Assignment
Examine each line of the data. Copy those that contain the string "never".

Data extract below:

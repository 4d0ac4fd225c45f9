//! Inputs at the edges of size and shape: each gives a result or a clear error in bounded
//! time and memory, never a hang or a panic.

mod common;

use std::io::Write;

use common::{flipmend, TempDir};

#[test]
fn a_table_with_many_columns_loads_in_linear_time() {
    // A million columns and three rows: any step quadratic in the column count would take
    // hours here (the checks of unique names and of roles used to be).
    let dir = TempDir::new();
    let path = dir.path("wide.csv");
    let columns = 1_000_000;
    let mut f = std::io::BufWriter::new(std::fs::File::create(&path).unwrap());
    let names: Vec<String> = (0..columns).map(|c| format!("f{c}")).collect();
    writeln!(f, "{},label", names.join(",")).unwrap();
    for (r, label) in ["a", "b", "a"].iter().enumerate() {
        let cells: Vec<String> = (0..columns).map(|c| ((c + r) % 10).to_string()).collect();
        writeln!(f, "{},{label}", cells.join(",")).unwrap();
    }
    drop(f);
    let json = dir.path("r.json");
    flipmend(&[
        "inspect",
        "--data",
        &path.to_string_lossy(),
        "--json",
        &json.to_string_lossy(),
    ])
    .assert_ok();
    let report: serde_json::Value =
        serde_json::from_str(&std::fs::read_to_string(&json).unwrap()).unwrap();
    assert_eq!(report["features"].as_array().unwrap().len(), columns);
    assert_eq!(report["rows"], 3);
}

#[test]
fn a_label_column_with_one_value_is_refused() {
    let dir = TempDir::new();
    let path = dir.path("one.csv");
    std::fs::write(&path, "x,label\n1,same\n2,same\n3,same\n").unwrap();
    flipmend(&["estimate", "--data", &path.to_string_lossy()])
        .assert_bad_input(&["found 1 class(es) (same)"]);
}

#[test]
fn a_probability_file_of_the_right_size_with_the_wrong_content() {
    let dir = TempDir::new();
    let data = dir.path("d.csv");
    std::fs::write(&data, "x,label\n1,a\n2,b\n3,a\n").unwrap();
    // Right size for 3 × 2 float64, but the header says int64 and the data is text.
    let mut bytes = Vec::new();
    flipmend::io::npy::write_2d(&mut bytes, 3, 2, &[0.5f64; 6]).unwrap();
    let at = bytes.windows(3).position(|w| w == b"<f8").unwrap();
    bytes[at..at + 3].copy_from_slice(b"<i8");
    let npy = dir.path("p.npy");
    std::fs::write(&npy, &bytes).unwrap();
    flipmend(&[
        "inspect",
        "--data",
        &data.to_string_lossy(),
        "--probs",
        &npy.to_string_lossy(),
    ])
    .assert_bad_input(&["holds '<i8'"]);
    // Right header, garbage values (NaN bit patterns).
    let mut nan = Vec::new();
    flipmend::io::npy::write_2d(&mut nan, 3, 2, &[f64::NAN; 6]).unwrap();
    std::fs::write(&npy, &nan).unwrap();
    flipmend(&[
        "inspect",
        "--data",
        &data.to_string_lossy(),
        "--probs",
        &npy.to_string_lossy(),
    ])
    .assert_bad_input(&["p.npy, row 0, column 1 'a'", "outside [0, 1]"]);
}

#[test]
fn a_single_enormous_field_is_refused_within_bounded_memory() {
    // 65 MiB without a newline after the header: one record larger than the 64 MiB limit.
    let dir = TempDir::new();
    let path = dir.path("huge.csv");
    let mut f = std::io::BufWriter::new(std::fs::File::create(&path).unwrap());
    writeln!(f, "x,label").unwrap();
    let chunk = vec![b'7'; 1 << 20];
    for _ in 0..65 {
        f.write_all(&chunk).unwrap();
    }
    f.write_all(b",a").unwrap();
    drop(f);
    flipmend(&["inspect", "--data", &path.to_string_lossy()])
        .assert_bad_input(&["huge.csv, line 2", "longer than 64 MiB"]);
}

/// Hands out `first`, then behaves as `then` says: another program replacing, truncating
/// or appending to the file while flipmend reads it.
struct ChangingReader {
    first: std::io::Cursor<Vec<u8>>,
    then: After,
}

enum After {
    /// The rest of the stream is these bytes (the file's content changed shape).
    Bytes(std::io::Cursor<Vec<u8>>),
    /// Reading fails (the file was removed or the disk went away).
    Fails,
}

impl std::io::Read for ChangingReader {
    fn read(&mut self, buf: &mut [u8]) -> std::io::Result<usize> {
        let n = self.first.read(buf)?;
        if n > 0 {
            return Ok(n);
        }
        match &mut self.then {
            After::Bytes(rest) => rest.read(buf),
            After::Fails => Err(std::io::Error::other(
                "the file was truncated by another program",
            )),
        }
    }
}

fn rows(from: usize, to: usize, extra: &str) -> Vec<u8> {
    (from..to)
        .map(|i| format!("{i},{}.5{extra},{}\n", i % 7, ["a", "b"][i % 2]))
        .collect::<String>()
        .into_bytes()
}

fn load(reader: ChangingReader) -> flipmend::Result<flipmend::data::Dataset> {
    // A size hint far from the truth (1 TiB), as when the file shrinks after its size was
    // read: it may only affect allocation, never the result. (It used to abort the
    // process: the loader reserved memory for the hinted size without a fallback.)
    flipmend::data::Dataset::from_reader(
        reader,
        std::path::Path::new("changing.csv"),
        Some(1 << 40),
        &flipmend::data::TableOptions::default(),
    )
}

#[test]
fn a_file_that_changes_shape_while_it_is_read_gives_a_located_error() {
    let mut first = b"id,x,label\n".to_vec();
    first.extend(rows(0, 200_000, ""));
    // From row 200,000 on, the lines carry one more field.
    let reader = ChangingReader {
        first: std::io::Cursor::new(first),
        then: After::Bytes(std::io::Cursor::new(rows(200_000, 200_010, ",9"))),
    };
    let message = load(reader).unwrap_err().to_string();
    assert!(
        message.contains("changing.csv") && message.contains("line 200002"),
        "{message}"
    );
}

#[test]
fn a_file_that_fails_while_it_is_read_gives_a_read_error() {
    let mut first = b"id,x,label\n".to_vec();
    first.extend(rows(0, 300_000, ""));
    let reader = ChangingReader {
        first: std::io::Cursor::new(first),
        then: After::Fails,
    };
    let message = load(reader).unwrap_err().to_string();
    assert!(
        message.contains("changing.csv")
            && message.contains("cannot read")
            && message.contains("truncated"),
        "{message}"
    );
}

#[test]
fn a_file_cut_short_mid_record_while_it_is_read_gives_a_located_error() {
    // The stream ends inside a record: the last line has two of its three fields.
    let mut first = b"id,x,label\n".to_vec();
    first.extend(rows(0, 100_000, ""));
    first.extend(b"100000,1.5");
    let reader = ChangingReader {
        first: std::io::Cursor::new(first),
        then: After::Bytes(std::io::Cursor::new(Vec::new())),
    };
    let message = load(reader).unwrap_err().to_string();
    assert!(message.contains("line 100002"), "{message}");
}

#[test]
fn a_probability_stream_shorter_than_its_header_says_is_refused() {
    // A .npy whose data part stops early (the file was being rewritten).
    let data = flipmend::data::Dataset::from_reader(
        &b"x,label\n1,a\n2,b\n3,a\n"[..],
        std::path::Path::new("t.csv"),
        None,
        &flipmend::data::TableOptions::default(),
    )
    .unwrap();
    let mut npy = Vec::new();
    flipmend::io::npy::write_2d(&mut npy, 3, 2, &[0.5f32, 0.5, 0.2, 0.8, 0.9, 0.1]).unwrap();
    npy.truncate(npy.len() - 6);
    let error = flipmend::data::Probabilities::from_npy_reader(
        &npy[..],
        std::path::Path::new("p.npy"),
        &data,
        &flipmend::data::ProbOptions::default(),
    )
    .unwrap_err();
    assert!(error.to_string().contains("p.npy"), "{error}");
}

End of Data extract.

Final answer
//! time and memory, never a hang or a panic.
    // read: it may only affect allocation, never the result. (It used to abort the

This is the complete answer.